三宅乱丈原作の「ペット リマスター・エディション」を原作として2020年1月から3月まで放送されました。
この物語は記憶がキーワードとなっています。
他人の脳内に入り込み、記憶を書き換えられる特殊能力を持った青年たちの物語。
書き換えるだけでなく、相手の重要な記憶を壊すことで人格を崩壊させ廃人にすることも可能です。

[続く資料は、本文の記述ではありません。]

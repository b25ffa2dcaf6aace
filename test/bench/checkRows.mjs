import { measureCheck } from "./measureCheck.mjs";
import { atLeast, single } from "./rows.mjs";

/** `plumbline check` in fresh processes, on the longest note. */
export function checkRows({ lengths, commandLine, smoke, standIn }) {
  if (standIn) return [];
  const lines = lengths.at(-1);
  const { linesPerSecond, long, short } = measureCheck(lines, commandLine, smoke ? 2 : 9);
  const aims = smoke ? [] : [atLeast(linesPerSecond, 300_000, "300,000 lines/s")];
  return [
    { measure: `plumbline check, a fresh process each time, ${lines.toLocaleString("en-US")} lines` },
    single("the whole run", long),
    single("the same with 100 lines: the start-up", short),
    single("lines a second, start-up left out", linesPerSecond, { unit: "lines/s", aims }),
  ];
}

本楽曲は原作を読んでから作られたため、物語の世界観を構成する単語が随所に散りばめられていました。
では、原作の意味も含めて歌詞を見ていきましょう。
肉体よりも大切なもの
大切なものを奪われる不安
曲の冒頭はコポコポというサウンドで始まりました。
これは水の中に沈んでいくさまを表しています。
ゆっくりと深く、水中に落ちていく様子が目に浮かぶようですね。
それと同時に、少しくぐもったような音質で歌い出しました。
これも水の中で歌っているかのような演出となっています。
奪わないで僕のイメージを
声も身体もくれてやるから くれてやるさ
出典: 蝶の飛ぶ水槽/作詞:TK 作曲:TK
イメージとはTVアニメ「pet」の中でも登場した単語です。
作中では下記のような意味を持っていました。
記憶操作能力者がその能力を使用する際に用いる疑似記憶。個人によって疑似記憶の形は異なる。

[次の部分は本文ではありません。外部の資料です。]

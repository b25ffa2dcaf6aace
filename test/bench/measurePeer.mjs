import { generatePeerText } from "./generatePeerText.mjs";
import { initialize } from "./initialize.mjs";
import { median } from "./median.mjs";
import { startServer } from "./startServer.mjs";

/**
 * Median ms from an edit in the middle of a document of so many lines until its diagnostics are there, pulled
 * where the peer can be asked and awaited where it pushes them: `{ ms, found, how }`.
 */
export async function measurePeer({ path, format }, lines, repetitions) {
  const { text, edit } = generatePeerText(format, lines);
  const uri = `file:///bench/document.${format}`;
  const server = startServer(process.execPath, [path, "--stdio"]);
  try {
    const { capabilities } = await initialize(server);
    const pulls = capabilities.diagnosticProvider !== undefined;
    const next = pulls ? () => pull(server, uri) : () => pushed(server, uri);
    server.notify("textDocument/didOpen", { textDocument: { uri, languageId: format, version: 1, text } });
    let found = await next();
    const timings = [];
    let version = 1;
    for (let turn = -1; turn < repetitions; turn++) {
      for (const content of [edit.change, edit.back]) {
        const start = performance.now();
        server.notify("textDocument/didChange", {
          textDocument: { uri, version: ++version },
          contentChanges: [content],
        });
        found = await next();
        if (turn >= 0) timings.push(performance.now() - start);
      }
    }
    return { ms: median(timings), found, how: pulls ? "pulled" : "pushed" };
  } finally {
    await server.stop();
  }
}

async function pull(server, uri) {
  const { items } = await server.request("textDocument/diagnostic", { textDocument: { uri } });
  return items.length;
}

function pushed(server, uri) {
  return new Promise((resolve) => {
    server.on("textDocument/publishDiagnostics", (params) => {
      if (params.uri === uri) resolve(params.diagnostics.length);
    });
  });
}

出典: https://ja.wikipedia.org/wiki/ペット_(漫画)
このように、他人の記憶を操作する際に用いるものを意味しています。
これを失ってしまっては記憶を操作することができません。
他人の記憶を操作する能力の根源といえます。
同時に、記憶を操作できる能力者同士のみが持っている力なので、能力者同士の繋がりともいえるでしょう。

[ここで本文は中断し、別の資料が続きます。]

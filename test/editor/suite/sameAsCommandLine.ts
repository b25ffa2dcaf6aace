import assert from "node:assert/strict";
import * as vscode from "vscode";
import { codeOf, eventually, openNote, problems } from "./workbench.ts";

interface Finding {
  readonly code: string;
  readonly severity: string;
  readonly line: number;
  readonly column: number;
  readonly endLine: number;
  readonly endColumn: number;
  readonly message: string;
}

/** What the command line printed; a host in the browser could not start it, so the bundler puts it in. */
declare const CHECKED_DEMO: {
  readonly files: readonly { readonly path: string; readonly findings: Finding[] }[];
};

/** Opens a note of the folder and waits until its problems are, in every respect, what `plumbline check` finds. */
export async function sameAsCommandLine(name: string): Promise<void> {
  const wanted = checked(name);
  const { document } = await openNote(name);
  await eventually(`the problems of ${name}`, () => {
    assert.deepEqual(problems(document.uri).map(asFinding).map(oneLine).sort(), wanted.map(oneLine).sort());
  });
}

function checked(name: string): readonly Finding[] {
  const file = CHECKED_DEMO.files.find(({ path }) => path === name);
  assert.ok(file, `the command line reads ${name}`);
  return file.findings;
}

const severities: Readonly<Record<vscode.DiagnosticSeverity, string>> = {
  [vscode.DiagnosticSeverity.Error]: "error",
  [vscode.DiagnosticSeverity.Warning]: "warning",
  [vscode.DiagnosticSeverity.Information]: "information",
  [vscode.DiagnosticSeverity.Hint]: "hint",
};

function asFinding(problem: vscode.Diagnostic): Finding {
  const { start, end } = problem.range;
  return {
    code: codeOf(problem),
    severity: severities[problem.severity],
    line: start.line + 1,
    column: start.character + 1,
    endLine: end.line + 1,
    endColumn: end.character + 1,
    message: problem.message,
  };
}

const oneLine = ({ line, column, endLine, endColumn, severity, code, message }: Finding) =>
  `${line}:${column}-${endLine}:${endColumn} ${severity} ${code} ${message}`;
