import { hasPage, page } from "./page.ts";
import type { Test } from "./workbench.ts";

/** Runs tests in the extension host. Throws where one failed, as the editor expects it. */
export async function runTests(tests: readonly Test[]): Promise<void> {
  let failed = 0;
  for (const [name, test] of tests) {
    try {
      await test();
      console.log(`  ok    ${name}`);
    } catch (error) {
      failed++;
      const why = error instanceof Error ? (error.stack ?? error.message) : String(error);
      console.log(`  FAIL  ${name}\n        ${why}`);
      // The picture helps whoever reads the failure; that it cannot be taken is no failure of its own.
      if (hasPage) await page.screenshot(`failed-${failed}`).catch(() => undefined);
    }
  }
  console.log(`editor: ${tests.length - failed} passed, ${failed} failed`);
  if (failed > 0) throw new Error(`${failed} of ${tests.length} editor tests failed.`);
}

つまり「僕」は肉体がどうなっても構わないが、能力者同士の繋がりは失いたくないと思っているのです。
抱き締めても この記憶を顔のない誰かが奪いにくる
出典: 蝶の飛ぶ水槽/作詞:TK 作曲:TK
この歌詞は大切な記憶を奪取されることを、何よりも恐れている様子を表しています。
大切に抱え込んでいたとしても、能力者の前では無意味だとわかっているのでしょう。
能力者同士の繋がりや記憶が「僕」にとっては肉体よりよほど大切であることが見て取れます。
偽の記憶に溺れているのは誰?
夢の中で見た夢を覚えてる
どれが真実? 息ができないの 偽憶で
出典: 蝶の飛ぶ水槽/作詞:TK 作曲:TK
ここから急に音質がクリアになりました。
また、先ほどまでのような記憶を奪われてしまうという焦燥感は感じられません。
むしろ、「偽憶」のせいで何が本当なのかわからなくなって困惑している様子が見て取れます。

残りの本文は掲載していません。